Once you have this configured and servers monitored, depending on how your notifications are configured you'll see something similar to the following whenever a disk fails or the array becomes degraded due to a consistency check:

OMSA_Storage_Disk_1 outage identified on interface 10.1.1.50 with reason code: log vol(1) degraded phy drv(\0\0\3) Failed.

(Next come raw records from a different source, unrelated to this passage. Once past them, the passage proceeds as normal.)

import { useState } from 'react';
import type { RevisionView } from '#core/contract/assemblies.ts';
import { call } from '#web/server/call.ts';
import { Button } from '#web/ui/button.tsx';
import { ProblemNotice } from '#web/ui/problem-notice.tsx';
import { TextAreaField } from '#web/ui/text-area-field.tsx';
import { useDecide } from './use-decide.ts';

type Props = {
  revision: RevisionView;
  endpoint: 'sendBack' | 'withdraw';
  title: string;
  label: string;
  danger?: boolean;
};

/** A change of state that needs a reason; the reason is kept and mailed. */
export function ReasonForm({ revision, endpoint, title, label, danger = false }: Props) {
  const [reason, setReason] = useState('');
  const name = `${revision.assembly.number} ${revision.letter}`;
  const decide = useDecide(
    revision.id,
    endpoint === 'sendBack' ? `${name} is sent back` : `${name} is withdrawn`,
    (given: string) =>
      call(endpoint, { params: { revisionId: revision.id }, ifMatch: revision.version, body: { reason: given } }),
  );
  return (
    <form
      aria-label={title}
      onSubmit={(event) => {
        event.preventDefault();
        decide.mutate(reason.trim());
      }}
      className="flex max-w-md flex-col gap-3"
    >
      <TextAreaField
        label={label}
        rows={3}
        required
        maxLength={2000}
        value={reason}
        onChange={(event) => setReason(event.target.value)}
      />
      {decide.error ? <ProblemNotice error={decide.error} /> : null}
      <div>
        <Button type="submit" variant={danger ? 'danger' : 'plain'} disabled={decide.isPending || reason.trim() === ''}>
          {title} {name}
        </Button>
      </div>
    </form>
  );
}
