import { useMutation, useQueryClient } from '@tanstack/react-query';
import { useState } from 'react';
import type { RevisionView } from '#core/contract/assemblies.ts';
import type { CommentView } from '#core/contract/review.ts';
import type { CheckResult } from '#core/result/result.ts';
import { revisionKey } from '#web/revision/revision-queries.ts';
import { call } from '#web/server/call.ts';
import { newKey } from '#web/server/new-key.ts';
import { Button } from '#web/ui/button.tsx';
import { ProblemNotice } from '#web/ui/problem-notice.tsx';
import { SelectField } from '#web/ui/select-field.tsx';
import { TextAreaField } from '#web/ui/text-area-field.tsx';
import { Timestamp } from '#web/ui/timestamp.tsx';

type Props = { revision: RevisionView; comments: readonly CommentView[]; result: CheckResult | null };

/** Comments on the revision or on one object; an open one keeps it from being cleared. */
export function Comments({ revision, comments, result }: Props) {
  const client = useQueryClient();
  const refresh = () => client.invalidateQueries({ queryKey: revisionKey(revision.id) });
  const resolve = useMutation({
    mutationFn: (commentId: string) => call('resolveComment', { params: { revisionId: revision.id, commentId } }),
    onSuccess: refresh,
  });
  const mayComment = revision.allowed.includes('comment');
  return (
    <section aria-label="Comments" className="border-t border-line-strong pt-4">
      <h2 className="mb-3 text-lg font-semibold">Comments</h2>
      {comments.length === 0 ? <p className="mb-3 text-ink-soft">Nobody has commented yet.</p> : null}
      <ul className="mb-4 flex flex-col">
        {comments.map((comment) => (
          <li key={comment.id} className="border-b border-line py-3">
            <p className="text-sm text-ink-soft">
              <span className="font-semibold text-ink">{comment.author}</span>, <Timestamp at={comment.createdAt} />
              {comment.place ? ` · on ${comment.place.id}` : ''}
            </p>
            <p className="max-w-prose break-words whitespace-pre-wrap">{comment.text}</p>
            {comment.resolvedAt ? (
              <p className="text-sm text-ink-soft">
                Resolved by {comment.resolvedBy}, <Timestamp at={comment.resolvedAt} />
              </p>
            ) : mayComment ? (
              <Button
                size="small"
                className="mt-1"
                disabled={resolve.isPending}
                onClick={() => resolve.mutate(comment.id)}
              >
                Resolve <span className="sr-only">the comment of {comment.author}</span>
              </Button>
            ) : (
              <p className="text-sm font-semibold">Open</p>
            )}
          </li>
        ))}
      </ul>
      {resolve.error ? <ProblemNotice error={resolve.error} /> : null}
      {mayComment ? <CommentForm revision={revision} result={result} onAdded={refresh} /> : null}
    </section>
  );
}

function CommentForm({
  revision,
  result,
  onAdded,
}: Pick<Props, 'revision' | 'result'> & { onAdded: () => Promise<void> }) {
  const [text, setText] = useState('');
  const [place, setPlace] = useState('');
  // Kept until the server has answered, so that a repeated try is the same comment.
  const [key, setKey] = useState(newKey);
  const [first] = result?.conditions ?? [];
  const regulators = first?.regulators.map(({ ref }) => ref) ?? [];
  const sources = first?.sources.map(({ ref }) => ref) ?? [];
  const add = useMutation({
    mutationFn: () => {
      const kind = regulators.includes(place) ? ('regulator' as const) : ('source' as const);
      const body = { text: text.trim(), place: place === '' ? null : { kind, id: place } };
      return call('comment', { params: { revisionId: revision.id }, body, idempotencyKey: key });
    },
    onSuccess: async () => {
      setText('');
      setKey(newKey());
      await onAdded();
    },
  });
  return (
    <form
      aria-label="Comment"
      onSubmit={(event) => {
        event.preventDefault();
        add.mutate();
      }}
      className="flex max-w-2xl flex-col gap-3"
    >
      <TextAreaField
        label="Your comment"
        rows={3}
        maxLength={4000}
        value={text}
        onChange={(event) => setText(event.target.value)}
      />
      <div className="w-64">
        <SelectField
          label="About"
          value={place}
          options={[
            { value: '', label: 'the revision' },
            ...[...regulators, ...sources].map((ref) => ({ value: ref, label: ref })),
          ]}
          onChange={setPlace}
        />
      </div>
      {add.error ? <ProblemNotice error={add.error} /> : null}
      <div>
        <Button type="submit" disabled={add.isPending || text.trim() === ''}>
          Comment
        </Button>
      </div>
    </form>
  );
}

Which means that logical disk 1, adapter 0, channel 0, SCSI ID 3 has failed.

Final Thoughts

Using the OMSA Storage Monitor is an easy way to monitor your Dell PERC RAID arrays. However, it doesn't need stop there. Dell's OpenManage Storage software also has the ability to send SNMP traps on events like Predictive failures, so with a little fiddling around, you can get very in-depth in your Dell PERC array monitoring strategy.

Finally, there is a similar PERCMonitor, also available in the 1.3.x branch of OpenNMS. This monitor uses the outdated percsnmpd for similar functionality. Its configuration is identical to that of the OMSA Storage Monitor.